** Opening DATA SUPPLIED block **

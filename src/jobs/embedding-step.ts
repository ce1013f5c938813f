import type { Logger } from 'pino';
import { embedRows, openModelSession } from '../embed/embedder.js';
import { ModelRegistry, type ReadyModel } from '../embed/model-registry.js';
import { CairnError } from '../errors.js';
import { EmbeddingCache, type EmbeddingMeta } from './embedding-cache.js';
import type { ProcessorContext } from './processor.js';
import type { EmbeddingChoice } from './task.js';

/**
 * The model a job was created with, as validated now in this worker: it must still be ready and be
 * the same file (same SHA-256), else the cached embedding and the job would disagree.
 */
export async function modelForJob(modelsDir: string, choice: Pick<EmbeddingChoice, 'model' | 'modelSha256' | 'normalize'>, log?: Logger): Promise<ReadyModel> {
  const quiet = { info: () => undefined, warn: (...a: unknown[]) => log?.warn(a[0] as object, a[1] as string) };
  const registry = await ModelRegistry.load(modelsDir, quiet);
  const model = registry.get(choice.model);
  if (model.sha256 !== choice.modelSha256) {
    throw new CairnError('MODEL_INVALID', `The model file of ${choice.model} changed after the job was created; create the job again.`, { model: choice.model });
  }
  // The job's choice of L2 normalization overrides the description's default.
  return { ...model, description: { ...model.description, normalize: choice.normalize } };
}

/** Embeds rows start..start+count−1 into their shard file, unless it (or the whole matrix) is there already. */
export async function embedShard(
  ctx: Pick<ProcessorContext, 'signal' | 'computeThreads' | 'modelsDir'>,
  cache: EmbeddingCache,
  thumbsDir: string,
  model: ReadyModel,
  range: { start: number; count: number },
  onRows?: (done: number) => void,
): Promise<'computed' | 'cached'> {
  if ((await cache.meta()) || (await cache.hasShard(range.start, range.count))) return 'cached';
  const vectors = await embedRows(model, thumbsDir, range, { threads: ctx.computeThreads || 1, signal: ctx.signal, onProgress: onRows });
  await cache.writeShard(range.start, range.count, vectors);
  return 'computed';
}

/**
 * The whole embedding of a dataset for a job: from the cache when complete; otherwise the shards
 * that the job's shard tasks have not written yet are computed here (in order, one model session),
 * and the matrix is assembled. `onFraction` reports the share of rows embedded.
 */
export async function ensureEmbedding(
  ctx: Pick<ProcessorContext, 'signal' | 'computeThreads' | 'modelsDir'>,
  cache: EmbeddingCache,
  thumbsDir: string,
  choice: EmbeddingChoice,
  rows: number,
  onFraction: (f: number) => void,
): Promise<{ meta: EmbeddingMeta; computedRows: number }> {
  const done = await cache.meta();
  if (done) return { meta: done, computedRows: 0 };
  const model = await modelForJob(ctx.modelsDir, choice);
  let finished = 0;
  let computedRows = 0;
  const session = await openModelSession(model, ctx.computeThreads || 1);
  try {
    for (const shard of choice.shards) {
      if (!(await cache.hasShard(shard.start, shard.count))) {
        const vectors = await embedRows(model, thumbsDir, shard, {
          threads: ctx.computeThreads || 1,
          signal: ctx.signal,
          session,
          onProgress: (n) => onFraction((finished + n) / rows),
        });
        await cache.writeShard(shard.start, shard.count, vectors);
        computedRows += shard.count;
      }
      finished += shard.count;
      onFraction(finished / rows);
    }
  } finally {
    await session.release();
  }
  const meta: EmbeddingMeta = { model: choice.model, modelSha256: choice.modelSha256, normalize: choice.normalize, rows, dim: model.description.output.dim, createdAt: new Date().toISOString() };
  await cache.assemble(choice.shards, meta);
  return { meta, computedRows };
}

** Closing DATA SUPPLIED block **

__WORK ORDER__: Scan the listing and report each line where the word "Promise" shows up.

__RESPONSE__:
export async function modelForJob(modelsDir: string, choice: Pick<EmbeddingChoice, 'model' | 'modelSha256' | 'normalize'>, log?: Logger): Promise<ReadyModel> {
): Promise<'computed' | 'cached'> {
): Promise<{ meta: EmbeddingMeta; computedRows: number }> {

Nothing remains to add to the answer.